● **MATERIAL PROVIDED**:
*-*-*

/**
 * `plan --no-show P` and the proven-gap fields of the command line, checked against an
 * independent evaluation: every attendance subset solved from scratch with exactReach, and a
 * brute-force optimum over all k-sets.
 */
import assert from 'node:assert/strict';
import { describe, it } from 'node:test';
import { exactReach } from '../../shared/engine/index';
import { cli, fixtures } from './cli-helpers';
import { kSets, randomRoom, relClose } from './engine-fixtures';

const g = randomRoom(9, 10, false, 404);
const csv = 'source,target,strength\n' + g.ties.map((t) => `${g.ids[t.source]},${g.ids[t.target]},${t.strength}`).join('\n') + '\n';

describe('plan --no-show and proven gaps on the command line', () => {
  it('prints noShow, expectedTotal, nobodyChance and worstAbsence that match all 2^k subsets', async () => {
    const f = fixtures({ 'room.csv': csv });
    const r = await cli(['plan', '--graph', f['room.csv'], '--k', '3', '--method', 'exhaustive', '--no-show', '0.25']);
    assert.equal(r.code, 0, r.stderr);
    const out = JSON.parse(r.stdout) as Record<string, unknown> & { starters: string[]; worstAbsence: { person: string; total: number } };
    const set = out.starters.map((id) => g.ids.indexOf(id));
    let sum = 0;
    for (let mask = 1; mask < 8; mask++) {
      const shows = set.filter((_, q) => mask & (1 << q));
      sum += 0.75 ** shows.length * 0.25 ** (3 - shows.length) * exactReach(g, shows).total;
    }
    assert.equal(out.noShow, 0.25);
    assert.ok(relClose(out.expectedTotal as number, sum / (1 - 0.25 ** 3), 1e-9));
    assert.ok(relClose(out.nobodyChance as number, 0.25 ** 3, 1e-12));
    const missing = set.map(
      (s) =>
        exactReach(
          g,
          set.filter((t) => t !== s),
        ).total,
    );
    assert.ok(relClose(out.worstAbsence.total, Math.max(...missing), 1e-9));
    assert.equal(out.worstAbsence.person, out.starters[missing.indexOf(Math.max(...missing))]);
  });

  it('a certified plan prints lowerBound = total, gap 0 and nothing left to search', async () => {
    const f = fixtures({ 'room.csv': csv });
    const r = await cli(['plan', '--graph', f['room.csv'], '--k', '3', '--method', 'auto']);
    assert.equal(r.code, 0, r.stderr);
    const out = JSON.parse(r.stdout) as Record<string, number | boolean>;
    let best = Infinity;
    for (const s of kSets(9, 3)) best = Math.min(best, exactReach(g, s).total);
    assert.equal(out.certified, true);
    assert.equal(out.lowerBound, out.total);
    assert.equal(out.gap, 0);
    assert.equal(out.searchLeft, 0);
    assert.ok(relClose(out.total as number, best, 1e-9));
  });

  it('refuses a no-show chance outside 0..0.5 with a clear message', async () => {
    const f = fixtures({ 'room.csv': csv });
    const r = await cli(['plan', '--graph', f['room.csv'], '--k', '3', '--no-show', '0.7']);
    assert.equal(r.code, 2);
    assert.match(r.stderr, /--no-show must be a number with 0 <= no-show <= 0.5/);
  });
});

*-*-*

● **INSTRUCTIONS TO FOLLOW**: Every line in the records above that contains the word "filter" should be copied out.

● **YOUR RESPONSE**:
      const shows = set.filter((_, q) => mask & (1 << q));
          set.filter((t) => t !== s),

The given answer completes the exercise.